From the Guidelines
The blue people of Kentucky suffered from an autosomal recessive condition called methemoglobinemia, caused by a recessive mutation in the CYB5R3 gene, as stated in the most recent and highest quality study 1. This genetic disorder resulted from a deficiency in the enzyme methemoglobin reductase, which normally converts methemoglobin back to normal hemoglobin. Without sufficient enzyme activity, methemoglobin accumulated in the blood, giving the skin a bluish appearance. Some key points to consider in the diagnosis and treatment of methemoglobinemia include:
- The condition can result from either inherited or acquired processes, with acquired forms being the most common, mainly due to exposure to substances that cause oxidation of the Hb both directly or indirectly 1.
- Inherited forms are due either to autosomal recessive variants in the CYB5R3 gene or to autosomal dominant variants in the globin genes, collectively known as HbM disease 1.
- The diagnosis of methemoglobinemia should be suspected in case of unexplained cyanosis and hypoxemia, with clinical presentation varying from mildly symptomatic to severe cases 1.
- The severity of the presentation depends on the percentage of MetHb, the rate of increase in MetHb levels, the intrinsic ability of the patient to clear it, and the patient's underlying functional status 1. The famous Fugate family of Troublesome Creek, Kentucky, carried this genetic trait, which became concentrated in their isolated community due to intermarriage. The condition was effectively treated with methylene blue, which could temporarily restore normal hemoglobin function, as supported by the highest quality study available 1.
From the Research
Methemoglobinemia Inheritance Pattern
- The blue people of Kentucky suffered from methemoglobinemia, which can be caused by various factors, including genetic mutations 2.
- The study of a 26-year-old Hispanic pregnant female diagnosed with methemoglobinemia due to homozygous cytochrome b5 reductase deficiency suggests that this condition can be inherited in an autosomal recessive pattern 2.
- Autosomal recessive inheritance means that a person must inherit two copies of the mutated gene (one from each parent) to express the condition.

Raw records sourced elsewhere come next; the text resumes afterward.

// Street layout in metres (lateral offsets from the vehicle path, + left).
// The vehicle drives in the centre of the right lane of a two-lane road.
const (
	laneM          = 3.5
	roadRightM     = -laneM / 2  // right road edge
	roadLeftM      = 1.5 * laneM // left road edge
	centreLineM    = laneM / 2   // dashed centre line
	edgeLineWM     = 0.15        // solid edge line width
	centreLineWM   = 0.12        // dashed centre line width
	dashM, gapM    = 3.0, 6.0    // centre line dash pattern (common practice order of magnitude)
	kerbM          = 0.2         // kerb width
	sidewalkM      = 2.5         // sidewalk width beyond the kerb
	slabM          = 1.5         // sidewalk slab length
	postEveryM     = 15.0        // roadside post spacing
	postWM, postHM = 0.15, 1.1   // post size
	postInsetM     = 0.5         // post distance beyond the road edge
	mapMarginM     = 40.0        // ground beyond the street kept in the map
	facadePxPerM   = 20.0        // facade texture resolution
	maxSubQuadM    = 6.0         // facades are split into pieces at most this wide
	maxMapSide     = 12000       // largest ground map side in texels
	backStraightM  = 30.0        // straight road behind the start
)

// Ground labels.
const (
	lblGrass = iota
	lblAsphalt
	lblSidewalk
	lblPaint
	lblKerb
	lblJoint
	nLabels
)

// groundMap is the road plane rasterised in world coordinates: texel (u, v)
// has its centre at world x = x0 + u*texelM, y = y0 - v*texelM.
type groundMap struct {
	levels []gocv.Mat   // pyramid, levels[0] full resolution, 8UC3 BGR
	border []color.RGBA // mean colour per level, used beyond the map
	x0, y0 float64
	texelM float64
}
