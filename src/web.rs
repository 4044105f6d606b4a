//! Server-rendered pages for investigators and analysts: sign in with an API key, work a
//! queue, read a claim and record its outcome, read the monitoring numbers. Plain HTML forms,
//! no JavaScript; charts are the report's server-side SVG.
//!
//! Sign-in turns a key into a session: a random 256-bit id in an `HttpOnly`, `SameSite=Strict`
//! cookie scoped to `/ui`, held in memory for eight hours (a restart signs everyone out). Every
//! form carries the session's own token as well, so a form posted from another site fails
//! even where the cookie would be sent. Pages check the same roles as the API.

use crate::access::{Principal, Role};
use crate::feedback::Outcome;
use crate::http::{AppState, check_id, queue_param};
use crate::report::esc;
use crate::rules::Queue;
use axum::Form;
use axum::extract::{Path, State};
use axum::http::{HeaderMap, HeaderValue, StatusCode, header};
use axum::response::{IntoResponse, Redirect, Response};
use axum::routing::{get, post};
use std::collections::HashMap;
use std::fmt::Write;
use std::sync::Mutex;
use std::time::{Duration, Instant};

const COOKIE: &str = "weir_session";
const SESSION_LIFETIME: Duration = Duration::from_secs(8 * 3600);

struct Session {
    principal: Principal,
    csrf: String,
    expires: Instant,
}

/// Signed-in browsers, by session id.
#[derive(Default)]
pub struct Sessions {
    map: Mutex<HashMap<String, Session>>,
}

fn random_token() -> String {
    use rand::RngCore;
    let mut b = [0u8; 32];
    rand::rngs::OsRng.fill_bytes(&mut b);
    b.iter().map(|x| format!("{x:02x}")).collect()
}

impl Sessions {
    fn start(&self, principal: Principal) -> (String, String) {
        let (id, csrf) = (random_token(), random_token());
        if let Ok(mut m) = self.map.lock() {
            let now = Instant::now();
            m.retain(|_, s| s.expires > now);
            m.insert(
                id.clone(),
                Session {
                    principal,
                    csrf: csrf.clone(),
                    expires: now + SESSION_LIFETIME,
                },
            );
        }
        (id, csrf)
    }

    fn get(&self, id: &str) -> Option<(Principal, String)> {
        let m = self.map.lock().ok()?;
        m.get(id)
            .filter(|s| s.expires > Instant::now())
            .map(|s| (s.principal.clone(), s.csrf.clone()))
    }

    fn end(&self, id: &str) {
        if let Ok(mut m) = self.map.lock() {
            m.remove(id);
        }
    }
}

pub(crate) fn routes() -> axum::Router<AppState> {
    axum::Router::new()
        .route("/ui", get(|| async { Redirect::to("/ui/queues") }))
        .route("/ui/login", get(login_page).post(login))
        .route("/ui/logout", post(logout))
        .route("/ui/queues", get(queues_page))
        .route("/ui/queues/{queue}/lease", post(lease_next))
        .route("/ui/claims/{claim_id}", get(claim_page))
        .route("/ui/claims/{claim_id}/outcome", post(post_outcome))
        .route("/ui/monitoring", get(monitoring_page))
        .route("/ui/rings", get(rings_page))
        .route("/ui/rings/{ring_id}", get(ring_page))
        .route("/ui/rings/{ring_id}/graphml", get(ring_graphml))
}
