impl Claim {
    /// Parse and validate one claim from JSON bytes.
    pub fn from_json(bytes: &[u8]) -> Result<Claim, ClaimError> {
        let value: Value = strict_json(bytes).map_err(|e| ClaimError::NotJson {
            line: e.line(),
            column: e.column(),
            message: e.to_string(),
        })?;
        Claim::from_value(&value).map_err(ClaimError::Invalid)
    }

    /// Validate a parsed JSON document as a claim. `extra` keys listed in `allowed_extra` are
    /// ignored (training files carry an `outcome` beside the claim); any other unknown key is a
    /// problem, so a misspelt optional field is not silently dropped.
    pub fn from_value_allowing(
        value: &Value,
        allowed_extra: &[&str],
    ) -> Result<Claim, Vec<FieldError>> {
        let mut w = Walker::default();
        let Some(obj) = value.as_object() else {
            w.err("", "a claim must be a JSON object");
            return Err(w.errors);
        };
        w.unknown_keys(
            obj,
            "",
            &[
                "claim_id",
                "policy_id",
                "claimant_id",
                "line",
                "loss_date",
                "loss_time",
                "reported_at",
                "policy_start",
                "claimed_amount",
                "sum_insured",
                "currency",
                "region",
                "address_id",
                "catastrophe_code",
                "parties",
                "circumstances",
            ],
            allowed_extra,
        );
        let claim_id = w.id(obj, "claim_id", "claim_id");
        let policy_id = w.id(obj, "policy_id", "policy_id");
        let claimant_id = w.id(obj, "claimant_id", "claimant_id");
        let line = w
            .string(obj, "line", "line")
            .and_then(|s| match s.as_str() {
                "motor" => Some(Line::Motor),
                "home" => Some(Line::Home),
                other => {
                    w.err(
                        "line",
                        &format!(
                            "unknown line of business {other:?}; expected \"motor\" or \"home\""
                        ),
                    );
                    None
                }
            });
        let loss_date = w.date(obj, "loss_date");
        let policy_start = w.date(obj, "policy_start");
        let loss_time = match obj.get("loss_time") {
            None | Some(Value::Null) => None,
            Some(Value::String(s)) => match NaiveTime::parse_from_str(s, "%H:%M") {
                Ok(t) => Some(t),
                Err(_) => {
                    w.err("loss_time", "expected a local time as \"HH:MM\" (24-hour)");
                    None
                }
            },
            Some(_) => {
                w.err("loss_time", "expected a string \"HH:MM\" or null");
                None
            }
        };
        let reported_at = w.string(obj, "reported_at", "reported_at").and_then(|s| {
            match DateTime::parse_from_rfc3339(&s) {
                Ok(t) if (MIN_YEAR..=MAX_YEAR).contains(&t.year()) => Some(t.with_timezone(&Utc)),
                Ok(_) => {
                    w.err(
                        "reported_at",
                        &format!("year must be between {MIN_YEAR} and {MAX_YEAR}"),
                    );
                    None
                }
                Err(_) => {
                    w.err(
                        "reported_at",
                        "expected an RFC 3339 timestamp such as \"2025-03-14T09:30:00Z\"",
                    );
                    None
                }
            }
        });
        let claimed_amount = w.amount(obj, "claimed_amount", MAX_AMOUNT);
        let sum_insured = w.amount(obj, "sum_insured", MAX_SUM_INSURED);
        let currency = w.string(obj, "currency", "currency").and_then(|s| {
            if s.len() == 3 && s.bytes().all(|b| b.is_ascii_uppercase()) {
                Some(s)
            } else {
                w.err(
                    "currency",
                    "expected an ISO 4217 code: three upper-case letters",
                );
                None
            }
        });
        let region = w.optional_id(obj, "region");
        let address_id = w.optional_id(obj, "address_id");
        let catastrophe_code = w.optional_id(obj, "catastrophe_code");
        let parties = w.parties(obj);
        let circumstances = w.circumstances(obj);

        // Cross-field rules, only where both sides parsed.
        if let (Some(loss), Some(rep)) = (loss_date, reported_at) {
            // One day of slack: the loss date is local, the report time is UTC.
            if loss > rep.date_naive() + chrono::Days::new(1) {
                w.err(
                    "loss_date",
                    "the loss date is after the report time: a loss cannot be reported before it happens",
                );
            }
        }

        if !w.errors.is_empty() {
            return Err(w.errors);
        }
        // Every Option below is Some when no error was recorded.
        match (
            claim_id,
            policy_id,
            claimant_id,
            line,
            loss_date,
            reported_at,
            policy_start,
            claimed_amount,
            sum_insured,
            currency,
            parties,
            circumstances,
        ) {
            (
                Some(claim_id),
                Some(policy_id),
                Some(claimant_id),
                Some(line),
                Some(loss_date),
                Some(reported_at),
                Some(policy_start),
                Some(claimed_amount),
                Some(sum_insured),
                Some(currency),
                Some(parties),
                Some(circumstances),
            ) => Ok(Claim {
                claim_id,
                policy_id,
                claimant_id,
                line,
                loss_date,
                loss_time,
                reported_at,
                policy_start,
                claimed_amount,
                sum_insured,
                currency,
                region,
                address_id,
                catastrophe_code,
                parties,
                circumstances,
            }),
            _ => Err(vec![FieldError {
                field: String::new(),
                problem: "claim incomplete".into(),
            }]),
        }
    }

    /// Validate a parsed JSON document as a claim; unknown keys are problems.
    pub fn from_value(value: &Value) -> Result<Claim, Vec<FieldError>> {
        Claim::from_value_allowing(value, &[])
    }

    /// Seconds since the Unix epoch of the report: the claim's place on the time line. History
    /// features count only claims reported strictly before this instant.
    pub fn event_time(&self) -> i64 {
        self.reported_at.timestamp()
    }

    /// The ids this claim contributes to history, as `kind:id` keys: the claimant, policy,
    /// address and parties, which link claims, and the context kinds ([`CONTEXT_KINDS`]: the
    /// region and the catastrophe event), which let features see a surge but link nothing.
    pub fn entity_keys(&self) -> Vec<String> {
        let mut keys = self.link_keys();
        if let Some(r) = &self.region {
            keys.push(format!("{REGION_KIND}:{r}"));
        }
        if let Some(c) = &self.catastrophe_code {
            keys.push(format!("{CATASTROPHE_KIND}:{c}"));
        }
        keys.sort();
        keys.dedup();
        keys
    }

    /// The entities that link claims: claimant, policy, address and parties (not the context
    /// kinds, which many unrelated claims share).
    pub fn link_keys(&self) -> Vec<String> {
        let mut keys = vec![
            format!("claimant:{}", self.claimant_id),
            format!("policy:{}", self.policy_id),
        ];
        if let Some(a) = &self.address_id {
            keys.push(format!("address:{a}"));
        }
        for p in &self.parties {
            keys.push(format!("{}:{}", p.role.as_str(), p.id));
        }
        keys.sort();
        keys.dedup();
        keys
    }
}
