impl RuleSet {
    pub fn from_toml(text: &str, source_name: &str) -> Result<RuleSet, RuleError> {
        let fail = |problems| RuleError {
            source_name: source_name.to_string(),
            problems,
        };
        let raw: RawRuleSet = toml::from_str(text).map_err(|e: toml::de::Error| {
            let line = e.span().map_or(1, |s| line_of(text, s.start));
            fail(vec![RuleProblem {
                line,
                problem: e.message().to_string(),
            }])
        })?;
        let mut problems = Vec::new();
        let mut rules = Vec::new();
        let mut seen = std::collections::HashSet::new();
        for r in raw.rules {
            let line = line_of(text, r.id.span().start);
            let id = r.id.into_inner();
            if id.is_empty()
                || !id
                    .chars()
                    .all(|c| c.is_ascii_alphanumeric() || c == '-' || c == '_')
            {
                problems.push(RuleProblem {
                    line,
                    problem: format!("rule id {id:?} must be letters, digits, '-' or '_'"),
                });
            }
            if !seen.insert(id.clone()) {
                problems.push(RuleProblem {
                    line,
                    problem: format!("rule id {id:?} is used twice"),
                });
            }
            if r.reason.trim().is_empty() {
                problems.push(RuleProblem {
                    line,
                    problem: format!("rule {id:?} needs a plain-language reason"),
                });
            }
            if r.all.is_empty() && r.any.is_empty() {
                problems.push(RuleProblem {
                    line,
                    problem: format!("rule {id:?} has no conditions (give `all` or `any`)"),
                });
            }
            if !r.add_priority.is_finite() {
                problems.push(RuleProblem {
                    line,
                    problem: format!("rule {id:?}: add_priority must be a finite number"),
                });
            }
            if !(r.priority_factor.is_finite()
                && r.priority_factor > 0.0
                && r.priority_factor <= 100.0)
            {
                problems.push(RuleProblem {
                    line,
                    problem: format!(
                        "rule {id:?}: priority_factor must be a number above 0 and at most 100"
                    ),
                });
            }
            let mut convert = |c: RawCondition| -> Option<Condition> {
                let cline = line_of(text, c.value.span().start);
                let name = c.value.into_inner();
                let operand = match name.as_str() {
                    "probability" => Some(Operand::Probability),
                    "outlier_score" => Some(Operand::Outlier),
                    "claimed_amount" => Some(Operand::Amount),
                    "expected_value" => Some(Operand::ExpectedValue),
                    other => features::index_of(other).map(Operand::Feature),
                };
                if !c.than.is_finite() {
                    problems.push(RuleProblem {
                        line: cline,
                        problem: format!("rule {id:?}: `than` must be a finite number"),
                    });
                }
                match operand {
                    Some(operand) => Some(Condition {
                        operand,
                        op: c.op,
                        than: c.than,
                    }),
                    None => {
                        problems.push(RuleProblem {
                            line: cline,
                            problem: format!(
                                "rule {id:?} names unknown value {name:?}; known: {}, {}",
                                SCORE_NAMES.join(", "),
                                features::names().join(", ")
                            ),
                        });
                        None
                    }
                }
            };
            let all: Vec<Condition> = r.all.into_iter().filter_map(&mut convert).collect();
            let any: Vec<Condition> = r.any.into_iter().filter_map(&mut convert).collect();
            let queue = match r.queue {
                None => None,
                Some(q) => {
                    let qline = line_of(text, q.span().start);
                    let name = q.into_inner();
                    match Queue::parse(&name) {
                        Some(Queue::Investigate) => Some(Queue::Investigate),
                        Some(Queue::DeskCheck) => Some(Queue::DeskCheck),
                        _ => {
                            problems.push(RuleProblem {
                                line: qline,
                                problem: format!(
                                    "rule {id:?}: queue {name:?} cannot be forced; use \"investigate\" or \"desk_check\" (or exempt = true)"
                                ),
                            });
                            None
                        }
                    }
                }
            };
            rules.push(Rule {
                id,
                reason: r.reason,
                all,
                any,
                add_priority: r.add_priority,
                priority_factor: r.priority_factor,
                queue,
                exempt: r.exempt,
            });
        }
        if raw.version.trim().is_empty() {
            problems.push(RuleProblem {
                line: 1,
                problem: "version must not be empty".into(),
            });
        }
        if problems.is_empty() {
            Ok(RuleSet {
                version: raw.version,
                rules,
            })
        } else {
            Err(fail(problems))
        }
    }

    pub fn read(path: &std::path::Path) -> Result<RuleSet, RuleError> {
        let text = std::fs::read_to_string(path).map_err(|e| RuleError {
            source_name: path.display().to_string(),
            problems: vec![RuleProblem {
                line: 0,
                problem: format!("cannot read: {e}"),
            }],
        })?;
        RuleSet::from_toml(&text, &path.display().to_string())
    }
}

- There is no direct evidence in the provided studies to suggest that the blue people of Kentucky had an autosomal dominant form of methemoglobinemia.
Genetic Basis of Methemoglobinemia
- Methemoglobinemia can be caused by mutations in genes involved in the production of enzymes that reduce methemoglobin to normal hemoglobin, such as cytochrome b5 reductase 2.
- The genetic basis of methemoglobinemia in the blue people of Kentucky is not explicitly stated in the provided studies, but it is likely that they had a genetic mutation that affected the production or function of one of these enzymes.